=== Exercise aim ===
In the records below, find the lines that include "smtpPort" and copy each.

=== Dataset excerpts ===
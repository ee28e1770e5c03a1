// npm run fakes – the local stand-ins for an SMTP relay and S3, on loopback only.
import path from "node:path";
import S3rver from "s3rver";
import { startMailCapture } from "./fakes/mail-capture";
import { startWebhookReceiver } from "./fakes/webhook-receiver";

const dataDir = process.env.HEARTH_DATA_DIR ?? path.resolve(".data");
const smtpPort = Number(process.env.SMTP_PORT ?? 2525);
const mailApiPort = Number(process.env.MAIL_CAPTURE_PORT ?? 2526);
const s3Port = Number(process.env.S3_PORT ?? 4569);
const bucket = process.env.S3_BUCKET ?? "hearth";
const webhookPort = Number(process.env.WEBHOOK_RECEIVER_PORT ?? 2527);

async function main() {
  const mail = await startMailCapture({ smtpPort, apiPort: mailApiPort, dir: path.join(dataDir, "mail") });
  const s3 = new S3rver({
    address: "127.0.0.1",
    port: s3Port,
    silent: true,
    directory: path.join(dataDir, "s3"),
    configureBuckets: [{ name: bucket, configs: [] }],
  });
  await s3.run();
  const hooks = await startWebhookReceiver({ port: webhookPort });
  console.log(`[fakes] SMTP capture on 127.0.0.1:${smtpPort} (read API :${mailApiPort}); S3 fake on 127.0.0.1:${s3Port}, bucket ${bucket}; webhook receiver on 127.0.0.1:${webhookPort}`);

  const stop = async () => {
    await mail.close();
    await s3.close();
    await hooks.close();
    process.exit(0);
  };
  process.on("SIGTERM", () => void stop());
  process.on("SIGINT", () => void stop());
}

main().catch((err) => {
  console.error("[fakes] failed to start:", err);
  process.exit(1);
});
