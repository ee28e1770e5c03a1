#!/usr/bin/env bash
# npm start: install what is missing, start PostgreSQL, migrate, seed an empty database,
# build, then run the app, the worker and the local fakes until Ctrl-C.
set -euo pipefail
source "$(dirname "$0")/lib.sh"
cd "$ROOT"

ensure_node_modules
if [ -z "${DATABASE_URL:-}" ]; then
  ensure_postgres
  ensure_database "${HEARTH_DB_NAME:-hearth}"
else
  log "using DATABASE_URL from the environment"
fi
ensure_session_secret
stack_env 0
export NODE_ENV=production

log "migrating"
node_modules/.bin/tsx db/migrate-cli.ts
node_modules/.bin/tsx db/seed-cli.ts --if-empty
if [ -z "${HEARTH_SKIP_BUILD:-}" ]; then
  log "building the app (next build)"
  next_build "$DATA_DIR/build.log" || { tail -40 "$DATA_DIR/build.log"; exit 1; }
fi
exec node_modules/.bin/tsx scripts/run-stack.ts
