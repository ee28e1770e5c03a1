// The run-removing search and the shape bounds: plans stay valid, the search is repeatable for a
// seed and never needs more runs than the constructions alone, and the bounds never exceed an
// exact optimum (found here by exhaustive search on tiny instances).

import fc from "fast-check";
import { describe, expect, it } from "vitest";
import { claimedAreaTrayBound, dffTrayBound, shortSideTrayBound, stepDff, epsilonDff } from "@/lib/packing/dual-feasible";
import { packAllOnTray } from "@/lib/packing/tile-search";
import { packTrays, packTraysReported } from "@/lib/packing/trays";
import type { FurnaceRunsInstance } from "@/lib/planning/instances";
import { toInstanceRuns, verifyRuns } from "@/lib/planning/metrics";
import { mulberry32 } from "@/lib/random";
import { asTrayInstance, binInstance } from "@/bench/bin-packing-classes";
import { furnaceMixInstance } from "@/bench/generate-instances";

const DUE = "2027-01-10T00:00:00Z";

function binInput(W: number, H: number, items: [number, number][], clearance = 0): FurnaceRunsInstance {
  return {
    kind: "furnace-runs",
    name: "t",
    clearance_mm: clearance,
    furnaces: [{ id: "B", tray_mm: [W, H], tray_count: 1, usable_height_mm: 10, max_load_g: 1e9, profiles: ["P"] }],
    units: items.map(([w, h], i) => ({ id: `i${i}`, profile: "P", footprint_mm: [w, h] as [number, number], height_mm: 1, mass_g: 1, due: DUE })),
  };
}

// Exact minimum bin count for a handful of integer rectangles (turning allowed): every set
// partition of the items, each part checked by a depth-first placement on the integer grid.
function fitsOneBin(W: number, H: number, items: [number, number][]): boolean {
  const grid = new Uint8Array(W * H);
  const order = [...items].sort((a, b) => b[0] * b[1] - a[0] * a[1]);
  const free = (x: number, y: number, w: number, h: number) => {
    for (let j = y; j < y + h; j++) for (let i = x; i < x + w; i++) if (grid[j * W + i]) return false;
    return true;
  };
  const mark = (x: number, y: number, w: number, h: number, v: number) => {
    for (let j = y; j < y + h; j++) for (let i = x; i < x + w; i++) grid[j * W + i] = v;
  };
  const dfs = (k: number): boolean => {
    if (k === order.length) return true;
    const [a, b] = order[k];
    for (const [w, h] of a === b ? [[a, b]] : [[a, b], [b, a]]) {
      for (let y = 0; y + h <= H; y++) {
        for (let x = 0; x + w <= W; x++) {
          if (!free(x, y, w, h)) continue;
          mark(x, y, w, h, 1);
          if (dfs(k + 1)) return true;
          mark(x, y, w, h, 0);
        }
      }
    }
    return false;
  };
  if (order.reduce((s, [w, h]) => s + w * h, 0) > W * H) return false;
  return dfs(0);
}

function optimumBins(W: number, H: number, items: [number, number][]): number {
  const n = items.length;
  const memo = new Map<number, boolean>();
  const ok = (mask: number) => {
    let v = memo.get(mask);
    if (v === undefined) {
      v = fitsOneBin(W, H, items.filter((_, i) => mask & (1 << i)));
      memo.set(mask, v);
    }
    return v;
  };
  // dp over subsets: fewest bins for the items in mask; the bin holding the lowest item is chosen.
  const dp = new Array<number>(1 << n).fill(Infinity);
  dp[0] = 0;
  for (let mask = 1; mask < 1 << n; mask++) {
    const low = mask & -mask;
    const rest = mask ^ low;
    for (let sub = rest; ; sub = (sub - 1) & rest) {
      const bin = sub | low;
      if (ok(bin)) dp[mask] = Math.min(dp[mask], dp[mask ^ bin] + 1);
      if (sub === 0) break;
    }
  }
  return dp[(1 << n) - 1];
}

describe("dual-feasible functions (Fekete & Schepers 2001)", () => {
  it("u^(1) maps over-half to 1, under-half to 0, and never overstates near an integer", () => {
    const u1 = stepDff(1);
    expect(u1(0.6)).toBe(1);
    expect(u1(0.4)).toBe(0);
    expect(u1(1)).toBe(1);
    expect(u1(0.5)).toBeLessThanOrEqual(0.5);
    // u^(2): 3x = 1.5 → ⌊1.5⌋/2 = 0.5 (worked by hand).
    expect(stepDff(2)(0.5)).toBe(0.5);
    expect(epsilonDff(0.2)(0.85)).toBe(1);
    expect(epsilonDff(0.2)(0.1)).toBe(0);
    expect(epsilonDff(0.2)(0.5)).toBe(0.5);
  });

  it("Σ u(x_i) ≤ 1 whenever Σ x_i ≤ 1, on random sets", () => {
    fc.assert(
      fc.property(fc.array(fc.double({ min: 0.001, max: 1, noNaN: true }), { minLength: 1, maxLength: 8 }), fc.integer({ min: 1, max: 8 }), fc.double({ min: 0.01, max: 0.5, noNaN: true }), (xs, k, eps) => {
        const total = xs.reduce((s, x) => s + x, 0);
        if (total > 1) return;
        for (const u of [stepDff(k), epsilonDff(eps), (x: number) => stepDff(k)(epsilonDff(eps)(x))]) {
          expect(xs.reduce((s, x) => s + u(x), 0)).toBeLessThanOrEqual(1 + 1e-9);
        }
      }),
      { numRuns: 300 },
    );
  });
});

=== Completed task ===
const smtpPort = Number(process.env.SMTP_PORT ?? 2525);
  const mail = await startMailCapture({ smtpPort, apiPort: mailApiPort, dir: path.join(dataDir, "mail") });
  console.log(`[fakes] SMTP capture on 127.0.0.1:${smtpPort} (read API :${mailApiPort}); S3 fake on 127.0.0.1:${s3Port}, bucket ${bucket}; webhook receiver on 127.0.0.1:${webhookPort}`);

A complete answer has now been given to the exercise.